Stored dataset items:
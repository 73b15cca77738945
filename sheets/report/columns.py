"""A long, narrow table set in two columns per page, so every row is printed in half the pages.

Rows read down the left column, then down the right one, page by page; each
column carries the table's header row. The rows of one page are decided when
the frame splits the flowable, from the row heights of the table as laid out at
the column width, so nothing is ever cut or reordered.
"""

from __future__ import annotations

import math
from itertools import accumulate
from typing import Callable

from reportlab.platypus import Flowable, Table

from sheets.report.document import layout_only
from sheets.report.plain_table import PlainTable

GAP = 10.0  # points between the two columns


class TwoColumnTable(Flowable):
    """``make(rows)`` builds one column's table (header included, fixed column widths) of ``rows``."""

    def __init__(self, make: Callable[[list], Table | PlainTable], rows: list, space_after: float = 0.0,
                 measured: tuple[float, tuple[float, list[float]]] | None = None):
        super().__init__()
        self.make = make
        self.rows = rows
        self.spaceAfter = space_after
        # (width, (header height, row heights)): the pieces of a split keep their rows' heights, not laid out again
        self._width, self._heights = measured if measured is not None else (None, None)

    def _column_width(self, avail: float) -> float:
        return (avail - GAP) / 2

    def _measure(self, avail: float) -> tuple[float, list[float]]:
        """(header height, each row's height) at the column width."""
        if self._heights is None or self._width != avail:
            self._heights, self._width = row_heights(self.make(self.rows), self._column_width(avail)), avail
        return self._heights

    @staticmethod
    def _height(head: float, running: list[float], k: int) -> float:
        """Height of a page holding rows[:k] on the left and rows[k:2k] on the right (``running``: 0, then the
        running sums of the row heights)."""
        k2 = min(2 * k, len(running) - 1)
        return head + max(running[k], running[k2] - running[k])

    def wrap(self, aW, aH):
        head, rows = self._measure(aW)
        self.width, self.height = aW, self._height(head, [0.0, *accumulate(rows)], math.ceil(len(rows) / 2))
        return self.width, self.height

    def split(self, aW, aH):
        head, rows = self._measure(aW)
        running = [0.0, *accumulate(rows)]
        k = 0
        while 2 * k < len(rows) and self._height(head, running, k + 1) <= aH:
            k += 1
        if k == 0:
            return []  # not even one row under the header: start on the next page
        if 2 * k >= len(self.rows):
            return [self]
        return [TwoColumnTable(self.make, self.rows[:2 * k], 0.0, (aW, (head, rows[:2 * k]))),
                TwoColumnTable(self.make, self.rows[2 * k:], self.spaceAfter, (aW, (head, rows[2 * k:])))]

    def draw(self):
        if layout_only(self.canv):
            return  # a pass that only finds where things land (see document.SheetDocument.multiBuild)
        k = math.ceil(len(self.rows) / 2)
        col = self._column_width(self.width)
        for i, part in enumerate((self.rows[:k], self.rows[k:])):
            if not part:
                continue
            t = self.make(part)
            _, h = t.wrap(col, self.height)
            t.drawOn(self.canv, i * (col + GAP), self.height - h)


def row_heights(t: Table | PlainTable, width: float) -> tuple[float, list[float]]:
    """(height of the caption and header rows every column repeats, each body row's height) at ``width``."""
    if isinstance(t, PlainTable):
        return t.heights()
    t.wrap(width, 1e9)
    heights = list(t._rowHeights)
    return sum(heights[:t.repeatRows]), heights[t.repeatRows:]
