"""The input echoed on the sheets: the engineer's design basis, nodes, members and nodal loads.

A reviewer checks the calculation against what went in, so every node, support,
member and nodal load is printed, all rows, as the project file gives them.
Long tables are set in compact type and run on over as many pages as they need,
their header row repeated on each.
"""

from __future__ import annotations

import numpy as np
from reportlab.pdfbase.pdfmetrics import stringWidth
from reportlab.platypus import Paragraph

from sheets.analysis.analyse import case_self_weight
from sheets.report.columns import GAP, TwoColumnTable
from sheets.report.plain_table import PlainTable
from sheets.report.tables import COMPACT_FONT, Styles, escape, fmt, table, ulabel

PADDING = 6.5  # points of cell padding, left and right together, and a little air


def long_table(sheet, st: Styles, header: list[str], rows: list[list], *, two_columns: bool = False, **kw):
    """A table of every row; above the template's ``[tables] rows`` it is set compact.

    ``two_columns``: a narrow table that is long is set in two columns per page (half the pages).
    """
    compact = len(rows) > sheet.template.table_rows
    if not (two_columns and compact):
        return table(st, header, rows, compact=compact, **kw)
    widths = fit_widths(header, rows, (sheet.width - GAP) / 2, st, max(COMPACT_FONT, st.cell.fontSize - 1))
    kw = {k: v for k, v in kw.items() if k not in ("total_width", "widths")}
    number = st.numbering.next("Table")  # one number for every column and page the table runs over
    whole = table(st, header, rows, compact=True, widths=widths, number=number, whole=True, **kw)
    if isinstance(whole, PlainTable):
        make = whole.with_rows  # the caption and header made once for every column
    else:
        def make(part):
            if part is rows:
                return whole
            return table(st, header, part, compact=True, widths=widths, number=number, whole=True, **kw)
    return TwoColumnTable(make, rows, space_after=st.body.fontSize * 0.8)


def fit_widths(header: list[str], rows: list[list], total: float, st: Styles, size: float) -> list[float]:
    """Column widths for a narrow column: each wide enough for its widest text and header word, the rest shared.

    Widths are measured in the sheets' fonts; padding is a fixed amount per cell, so narrow columns get it in
    full (a proportional share would break short headers such as "Member" across two lines).
    """
    need, whole = [], []
    for c, h in enumerate(header):
        whole.append(PADDING + stringWidth(h, st.fonts.bold, size))
        head = max(stringWidth(w, st.fonts.bold, size) for w in h.split())
        texts = {str(r[c]) for r in rows if len(str(r[c])) <= 28}  # longer texts wrap in their cell
        body = max((stringWidth(t, st.fonts.regular, size) for t in texts), default=0.0)
        need.append(PADDING + max(head, body))
    spare = total - sum(need)
    if spare < 0:
        return [n * total / sum(need) for n in need]  # too narrow: every column gives way, long texts wrap
    # the spare width first keeps headers on one line, then is shared in proportion
    short = [max(w - n, 0.0) for w, n in zip(whole, need)]
    given = min(1.0, spare / sum(short)) if sum(short) else 0.0
    need = [n + s * given for n, s in zip(need, short)]
    spare = total - sum(need)
    return [n + spare * n / sum(need) for n in need]


def support_text(axes: tuple[str, ...], fixed) -> str:
    """How a node is held, per axis: "fixed x, y, z", "fixed z" or "free"."""
    held = [a for a, f in zip(axes, fixed) if f]
    return "fixed " + ", ".join(held) if held else "free"


# -- design basis ------------------------------------------------------------------

BASIS_MISSING = ("The project file gives no design basis ([project.basis]: the design code, the assumptions and "
                 "the derivation of the loads). The reviewer must obtain it from the engineer responsible before "
                 "relying on these sheets.")


def basis_given(sheet, st: Styles) -> list:
    """The engineer's own basis from [project.basis], verbatim, under plain headings."""
    basis = sheet.project.info.basis
    out: list = [Paragraph("Basis given in the project file", st.h2)]
    if basis is None:
        return out + [Paragraph(f"<b>{escape(BASIS_MISSING)}</b>", st.body)]
    out.append(Paragraph("<b>Design code named by the engineer:</b> "
                         + (escape(basis.design_code) if basis.design_code else "not given"), st.body))
    for title, items in (("The engineer's assumptions", basis.assumptions), ("Load derivation", basis.load_derivation),
                         ("Notes", basis.notes)):
        out.append(Paragraph(f"<b>{title}</b>" + ("" if items else ": not given"), st.body))
        for text in items:
            out.append(Paragraph(escape(text), st.caution, bulletText="•"))
    out.append(Paragraph("This basis is printed as the project file gives it; the software does not check it "
                         "against the code named.", st.small))
    return out


# -- the model: nodes, members, nodal loads ------------------------------------------

def node_table(sheet, st: Styles) -> list:
    p = sheet.project
    L = p.units.factor("length")
    rows = [[nid] + [fmt(c / L, "given") for c in xyz] + [support_text(p.axes, p.fixed[i])]
            for i, (nid, xyz) in enumerate(zip(p.node_ids, p.coords))]
    return [Paragraph("Nodes and supports", st.h2),
            Paragraph(escape(f"Every node, its coordinates as given (up to 12 significant digits) and the translations "
                             f"its support fixes; {int(p.fixed.any(axis=1).sum())} of {p.n_nodes} nodes are supported."),
                      st.small),
            long_table(sheet, st, ["Node"] + [f"{a} [{ulabel(p.units, 'length')}]" for a in p.axes] + ["Support"], rows,
                       numeric=set(range(1, p.dim + 1)), total_width=sheet.width * 0.7, two_columns=True)]


def member_table(sheet, st: Styles) -> list:
    p = sheet.project
    L = p.units.factor("length")
    lengths = sheet.analysis.equilibrium.lengths
    rows = [[mid, p.node_ids[a], p.node_ids[b], p.member_sections[e] or "-", p.member_roles[e], p.member_groups[e] or "-",
             fmt(lengths[e] / L, "length")] for e, (mid, (a, b)) in enumerate(zip(p.member_ids, p.ends))]
    return [Paragraph("Members", st.h2),
            long_table(sheet, st, ["Member", "Start", "End", "Section", "Role", "Group", f"Length [{ulabel(p.units, 'length')}]"],
                       rows, numeric={6}, total_width=sheet.width, two_columns=True)]


def case_load_table(sheet, st: Styles, case) -> list:
    """One case's nodal loads: applied as given, self-weight apart, and their sums as a check of the derivation."""
    p = sheet.project
    f = p.units.factor("force")
    unit = ulabel(p.units, "force")
    applied = np.asarray(case.loads)
    weight = case_self_weight(p, case)
    vertical = p.axes[p.vertical_axis]
    loaded = np.flatnonzero((np.abs(applied).max(axis=1) > 0) | (np.abs(weight).max(axis=1) > 0))
    header = ["Node"] + [f"Applied F{a} [{unit}]" for a in p.axes]
    if case.self_weight:
        header.append(f"Self-weight F{vertical} [{unit}]")
    rows = []
    for n in loaded:
        row = [p.node_ids[n]] + [fmt(v / f, "given") for v in applied[n]]
        if case.self_weight:
            row.append(fmt(weight[n, p.vertical_axis] / f, "significant6"))
        rows.append(row)
    total = applied.sum(axis=0) / f
    sums = ["Sum"] + [fmt(v, "given") for v in total]
    if case.self_weight:
        sums.append(fmt(weight[:, p.vertical_axis].sum() / f, "significant6"))
    out: list = [Paragraph(escape(f"Nodal loads of case {case.id}: {case.title}"), st.h2)]
    if not rows:
        return out + [Paragraph("No nodal load.", st.body)]
    note = (f"{len(rows)} loaded node{'s' if len(rows) != 1 else ''}. Applied loads as given in the project file "
            f"(up to 12 significant digits)")
    note += (f"; self-weight (rho g A L, half to each end node, along -{vertical}) apart, to 6 significant digits." if case.self_weight
             else "; this case carries no self-weight.")
    out.append(Paragraph(escape(note), st.small))
    out.append(long_table(sheet, st, header, rows + [sums], numeric=set(range(1, len(header))),
                          total_width=sheet.width * (0.75 if case.self_weight else 0.6), two_columns=True))
    if case.self_weight:
        both = (applied + weight).sum(axis=0) / f
        out.append(Paragraph(escape(f"Case {case.id} with its self-weight: "
                                    + ", ".join(f"sum F{a} = {fmt(v, 'force')}" for a, v in zip(p.axes, both))
                                    + f" {unit}, as in the load cases table of the design basis."), st.small))
    return out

• _TASK BRIEF_: The result should be every line that contains "their", copied from the entries.

• _TASK SOLUTION_:
        # (width, (header height, row heights)): the pieces of a split keep their rows' heights, not laid out again
their header row repeated on each.
        texts = {str(r[c]) for r in rows if len(str(r[c])) <= 28}  # longer texts wrap in their cell
    """One case's nodal loads: applied as given, self-weight apart, and their sums as a check of the derivation."""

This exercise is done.